=== INPUT DATA ===

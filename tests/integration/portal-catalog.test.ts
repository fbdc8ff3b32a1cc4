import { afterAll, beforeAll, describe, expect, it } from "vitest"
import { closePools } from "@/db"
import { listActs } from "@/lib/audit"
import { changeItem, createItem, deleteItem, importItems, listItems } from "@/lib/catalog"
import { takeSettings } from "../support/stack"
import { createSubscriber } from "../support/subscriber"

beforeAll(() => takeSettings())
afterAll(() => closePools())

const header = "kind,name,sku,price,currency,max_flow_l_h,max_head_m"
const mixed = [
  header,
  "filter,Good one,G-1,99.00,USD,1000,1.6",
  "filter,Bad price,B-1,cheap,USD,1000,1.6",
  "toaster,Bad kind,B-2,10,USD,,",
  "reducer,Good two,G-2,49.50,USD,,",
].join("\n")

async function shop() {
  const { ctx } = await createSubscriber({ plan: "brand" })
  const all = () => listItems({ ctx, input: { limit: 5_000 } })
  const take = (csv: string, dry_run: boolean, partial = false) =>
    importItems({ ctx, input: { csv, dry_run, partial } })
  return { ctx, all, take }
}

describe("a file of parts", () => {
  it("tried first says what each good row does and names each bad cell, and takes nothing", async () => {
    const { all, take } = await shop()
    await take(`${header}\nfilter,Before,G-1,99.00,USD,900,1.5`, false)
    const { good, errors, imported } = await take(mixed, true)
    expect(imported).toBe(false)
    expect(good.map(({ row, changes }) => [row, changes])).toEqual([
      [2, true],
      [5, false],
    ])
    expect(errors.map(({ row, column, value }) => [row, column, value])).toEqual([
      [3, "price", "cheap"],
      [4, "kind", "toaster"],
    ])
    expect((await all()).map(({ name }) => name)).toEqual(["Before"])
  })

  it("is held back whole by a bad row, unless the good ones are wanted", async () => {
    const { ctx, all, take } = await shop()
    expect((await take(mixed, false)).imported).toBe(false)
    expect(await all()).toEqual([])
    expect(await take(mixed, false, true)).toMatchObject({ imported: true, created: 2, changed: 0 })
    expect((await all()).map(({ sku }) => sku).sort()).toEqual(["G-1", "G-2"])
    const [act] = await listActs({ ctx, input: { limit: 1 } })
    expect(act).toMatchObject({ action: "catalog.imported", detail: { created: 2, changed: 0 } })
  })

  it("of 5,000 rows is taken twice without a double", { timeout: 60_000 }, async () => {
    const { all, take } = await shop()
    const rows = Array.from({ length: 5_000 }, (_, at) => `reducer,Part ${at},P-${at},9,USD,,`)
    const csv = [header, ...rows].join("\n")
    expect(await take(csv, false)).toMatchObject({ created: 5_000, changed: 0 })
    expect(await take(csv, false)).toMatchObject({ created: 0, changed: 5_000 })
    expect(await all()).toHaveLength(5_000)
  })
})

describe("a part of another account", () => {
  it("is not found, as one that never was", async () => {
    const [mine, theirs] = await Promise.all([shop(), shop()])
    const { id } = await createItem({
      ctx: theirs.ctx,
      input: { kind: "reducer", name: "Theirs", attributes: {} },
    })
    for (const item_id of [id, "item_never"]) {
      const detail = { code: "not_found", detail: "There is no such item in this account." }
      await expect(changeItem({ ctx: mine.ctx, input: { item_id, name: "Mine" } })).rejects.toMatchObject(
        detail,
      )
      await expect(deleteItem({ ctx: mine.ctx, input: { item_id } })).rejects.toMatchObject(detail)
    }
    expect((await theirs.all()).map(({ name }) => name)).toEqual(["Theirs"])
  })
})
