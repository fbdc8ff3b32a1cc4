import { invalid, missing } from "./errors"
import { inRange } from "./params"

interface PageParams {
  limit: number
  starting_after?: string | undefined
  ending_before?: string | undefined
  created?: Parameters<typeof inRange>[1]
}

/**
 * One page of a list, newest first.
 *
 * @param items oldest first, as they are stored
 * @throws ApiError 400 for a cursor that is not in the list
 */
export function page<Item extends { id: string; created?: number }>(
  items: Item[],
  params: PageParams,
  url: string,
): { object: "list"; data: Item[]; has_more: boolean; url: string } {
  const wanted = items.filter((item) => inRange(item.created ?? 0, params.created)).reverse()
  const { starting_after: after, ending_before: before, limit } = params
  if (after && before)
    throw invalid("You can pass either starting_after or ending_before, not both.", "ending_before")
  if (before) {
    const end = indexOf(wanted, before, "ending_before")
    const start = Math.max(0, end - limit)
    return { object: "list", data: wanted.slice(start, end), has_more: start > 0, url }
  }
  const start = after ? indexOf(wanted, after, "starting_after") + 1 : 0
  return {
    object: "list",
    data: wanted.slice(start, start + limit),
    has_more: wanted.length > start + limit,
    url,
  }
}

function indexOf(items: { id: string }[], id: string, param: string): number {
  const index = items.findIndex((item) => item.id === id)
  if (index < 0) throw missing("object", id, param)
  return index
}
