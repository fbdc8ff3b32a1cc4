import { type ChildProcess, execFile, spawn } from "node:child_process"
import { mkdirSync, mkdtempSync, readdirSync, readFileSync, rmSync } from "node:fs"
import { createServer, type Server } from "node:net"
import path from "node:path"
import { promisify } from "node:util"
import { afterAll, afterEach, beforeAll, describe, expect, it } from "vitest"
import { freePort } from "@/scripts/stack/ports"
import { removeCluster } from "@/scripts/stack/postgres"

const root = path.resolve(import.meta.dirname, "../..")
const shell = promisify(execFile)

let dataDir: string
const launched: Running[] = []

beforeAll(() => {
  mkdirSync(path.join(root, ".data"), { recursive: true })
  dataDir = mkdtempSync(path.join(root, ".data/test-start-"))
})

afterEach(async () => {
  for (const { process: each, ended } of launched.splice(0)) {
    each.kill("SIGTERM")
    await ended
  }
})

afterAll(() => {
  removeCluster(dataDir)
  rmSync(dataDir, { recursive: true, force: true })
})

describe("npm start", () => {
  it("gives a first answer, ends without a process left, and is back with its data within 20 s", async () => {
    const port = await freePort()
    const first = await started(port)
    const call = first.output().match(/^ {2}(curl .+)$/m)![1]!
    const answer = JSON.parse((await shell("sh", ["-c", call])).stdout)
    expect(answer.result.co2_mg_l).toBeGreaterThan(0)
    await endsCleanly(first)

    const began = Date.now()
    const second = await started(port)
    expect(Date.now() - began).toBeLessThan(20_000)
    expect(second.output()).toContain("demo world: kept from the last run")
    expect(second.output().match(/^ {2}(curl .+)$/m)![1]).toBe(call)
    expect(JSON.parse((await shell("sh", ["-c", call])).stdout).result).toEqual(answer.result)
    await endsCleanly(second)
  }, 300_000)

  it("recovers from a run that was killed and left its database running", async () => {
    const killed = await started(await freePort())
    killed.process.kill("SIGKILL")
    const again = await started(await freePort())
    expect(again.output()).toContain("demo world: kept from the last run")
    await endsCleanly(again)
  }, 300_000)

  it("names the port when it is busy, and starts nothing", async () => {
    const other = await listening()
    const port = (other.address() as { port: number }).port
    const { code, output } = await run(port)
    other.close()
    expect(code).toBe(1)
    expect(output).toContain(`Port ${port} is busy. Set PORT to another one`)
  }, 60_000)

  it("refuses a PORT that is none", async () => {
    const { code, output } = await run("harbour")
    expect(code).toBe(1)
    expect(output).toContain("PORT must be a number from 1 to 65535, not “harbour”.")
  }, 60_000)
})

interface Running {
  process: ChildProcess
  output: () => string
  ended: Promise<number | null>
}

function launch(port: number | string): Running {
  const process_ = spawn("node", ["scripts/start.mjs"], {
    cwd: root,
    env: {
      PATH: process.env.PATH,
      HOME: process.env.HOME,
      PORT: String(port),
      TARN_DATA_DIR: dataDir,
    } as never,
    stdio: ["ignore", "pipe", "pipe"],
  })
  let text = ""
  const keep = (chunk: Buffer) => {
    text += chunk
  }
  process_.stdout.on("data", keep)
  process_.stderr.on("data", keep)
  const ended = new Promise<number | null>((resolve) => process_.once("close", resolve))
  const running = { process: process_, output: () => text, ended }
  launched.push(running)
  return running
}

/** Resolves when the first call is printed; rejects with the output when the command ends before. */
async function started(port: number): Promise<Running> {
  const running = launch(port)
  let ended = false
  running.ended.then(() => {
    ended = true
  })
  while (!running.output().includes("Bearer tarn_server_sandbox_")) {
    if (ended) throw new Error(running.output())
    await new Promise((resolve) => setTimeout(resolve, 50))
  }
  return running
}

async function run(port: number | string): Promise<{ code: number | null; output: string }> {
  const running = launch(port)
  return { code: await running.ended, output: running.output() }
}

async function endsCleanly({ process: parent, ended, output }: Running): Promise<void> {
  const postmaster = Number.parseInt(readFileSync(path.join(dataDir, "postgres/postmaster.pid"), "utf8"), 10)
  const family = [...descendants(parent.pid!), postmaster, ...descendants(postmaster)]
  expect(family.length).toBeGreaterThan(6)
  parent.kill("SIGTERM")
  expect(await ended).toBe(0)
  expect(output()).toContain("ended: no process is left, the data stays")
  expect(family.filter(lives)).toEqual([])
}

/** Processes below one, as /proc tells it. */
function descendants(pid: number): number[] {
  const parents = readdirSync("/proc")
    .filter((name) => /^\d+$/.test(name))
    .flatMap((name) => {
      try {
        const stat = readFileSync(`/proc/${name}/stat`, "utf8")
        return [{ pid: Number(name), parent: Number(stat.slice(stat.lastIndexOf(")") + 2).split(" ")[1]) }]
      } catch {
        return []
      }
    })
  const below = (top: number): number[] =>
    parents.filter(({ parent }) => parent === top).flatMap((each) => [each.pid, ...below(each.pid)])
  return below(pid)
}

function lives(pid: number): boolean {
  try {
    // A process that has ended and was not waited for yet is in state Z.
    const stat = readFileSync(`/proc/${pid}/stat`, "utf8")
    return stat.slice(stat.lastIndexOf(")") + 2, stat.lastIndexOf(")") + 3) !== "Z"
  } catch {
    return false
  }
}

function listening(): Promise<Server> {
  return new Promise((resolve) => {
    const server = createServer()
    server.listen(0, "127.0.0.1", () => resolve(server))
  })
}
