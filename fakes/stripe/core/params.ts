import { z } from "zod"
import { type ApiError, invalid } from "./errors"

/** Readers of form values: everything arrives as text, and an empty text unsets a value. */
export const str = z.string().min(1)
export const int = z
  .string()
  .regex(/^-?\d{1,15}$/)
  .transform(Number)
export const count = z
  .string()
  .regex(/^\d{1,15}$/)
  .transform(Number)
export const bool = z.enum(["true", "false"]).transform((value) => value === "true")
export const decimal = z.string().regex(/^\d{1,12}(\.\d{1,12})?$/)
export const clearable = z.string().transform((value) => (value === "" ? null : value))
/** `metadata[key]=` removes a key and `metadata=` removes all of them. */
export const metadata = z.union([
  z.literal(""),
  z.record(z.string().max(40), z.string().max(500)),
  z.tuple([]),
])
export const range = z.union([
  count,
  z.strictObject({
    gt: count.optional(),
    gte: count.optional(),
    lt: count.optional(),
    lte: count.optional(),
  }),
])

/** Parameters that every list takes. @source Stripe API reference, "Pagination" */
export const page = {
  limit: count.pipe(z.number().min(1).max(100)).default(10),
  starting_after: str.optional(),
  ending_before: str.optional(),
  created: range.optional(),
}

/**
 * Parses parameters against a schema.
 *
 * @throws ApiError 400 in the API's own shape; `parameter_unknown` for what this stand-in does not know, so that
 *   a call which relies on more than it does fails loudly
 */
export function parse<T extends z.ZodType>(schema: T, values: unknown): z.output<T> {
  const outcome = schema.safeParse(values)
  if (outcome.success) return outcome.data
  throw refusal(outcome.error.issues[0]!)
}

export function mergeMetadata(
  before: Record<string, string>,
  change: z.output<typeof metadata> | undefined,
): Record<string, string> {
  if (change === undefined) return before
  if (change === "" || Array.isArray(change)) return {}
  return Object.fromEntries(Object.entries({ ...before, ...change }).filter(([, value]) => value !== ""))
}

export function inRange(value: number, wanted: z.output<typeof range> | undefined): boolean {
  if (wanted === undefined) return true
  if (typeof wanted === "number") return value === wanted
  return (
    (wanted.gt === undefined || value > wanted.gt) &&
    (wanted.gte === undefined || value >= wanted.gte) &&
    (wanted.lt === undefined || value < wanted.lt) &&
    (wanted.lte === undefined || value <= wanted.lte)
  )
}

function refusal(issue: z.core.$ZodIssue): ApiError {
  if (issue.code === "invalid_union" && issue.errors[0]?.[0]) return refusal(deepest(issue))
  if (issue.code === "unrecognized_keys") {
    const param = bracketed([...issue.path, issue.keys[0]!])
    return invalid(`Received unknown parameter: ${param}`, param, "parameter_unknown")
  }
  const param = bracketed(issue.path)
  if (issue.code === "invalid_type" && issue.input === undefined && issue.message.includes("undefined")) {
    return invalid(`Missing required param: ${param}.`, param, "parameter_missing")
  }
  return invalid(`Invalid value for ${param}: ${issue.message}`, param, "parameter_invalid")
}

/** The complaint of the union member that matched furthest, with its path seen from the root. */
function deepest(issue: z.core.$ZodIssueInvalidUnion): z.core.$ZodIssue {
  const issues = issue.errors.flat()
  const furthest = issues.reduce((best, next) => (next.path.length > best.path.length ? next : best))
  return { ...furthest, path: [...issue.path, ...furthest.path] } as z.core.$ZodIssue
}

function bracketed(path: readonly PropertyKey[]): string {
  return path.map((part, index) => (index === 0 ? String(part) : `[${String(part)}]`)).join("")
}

===

PROBLEM TO WORK ON: In the data above, repeat exactly each line from the first through the line that contains "first says what", and give nothing else.

FINISHED EXERCISE:
filename tests/integration/portal-catalog.test.ts
repository fbdc8ff3b32a1cc4
import { afterAll, beforeAll, describe, expect, it } from "vitest"
import { closePools } from "@/db"
import { listActs } from "@/lib/audit"
import { changeItem, createItem, deleteItem, importItems, listItems } from "@/lib/catalog"
import { takeSettings } from "../support/stack"
import { createSubscriber } from "../support/subscriber"

beforeAll(() => takeSettings())
afterAll(() => closePools())

const header = "kind,name,sku,price,currency,max_flow_l_h,max_head_m"
const mixed = [
  header,
  "filter,Good one,G-1,99.00,USD,1000,1.6",
  "filter,Bad price,B-1,cheap,USD,1000,1.6",
  "toaster,Bad kind,B-2,10,USD,,",
  "reducer,Good two,G-2,49.50,USD,,",
].join("\n")

async function shop() {
  const { ctx } = await createSubscriber({ plan: "brand" })
  const all = () => listItems({ ctx, input: { limit: 5_000 } })
  const take = (csv: string, dry_run: boolean, partial = false) =>
    importItems({ ctx, input: { csv, dry_run, partial } })
  return { ctx, all, take }
}

describe("a file of parts", () => {
  it("tried first says what each good row does and names each bad cell, and takes nothing", async () => {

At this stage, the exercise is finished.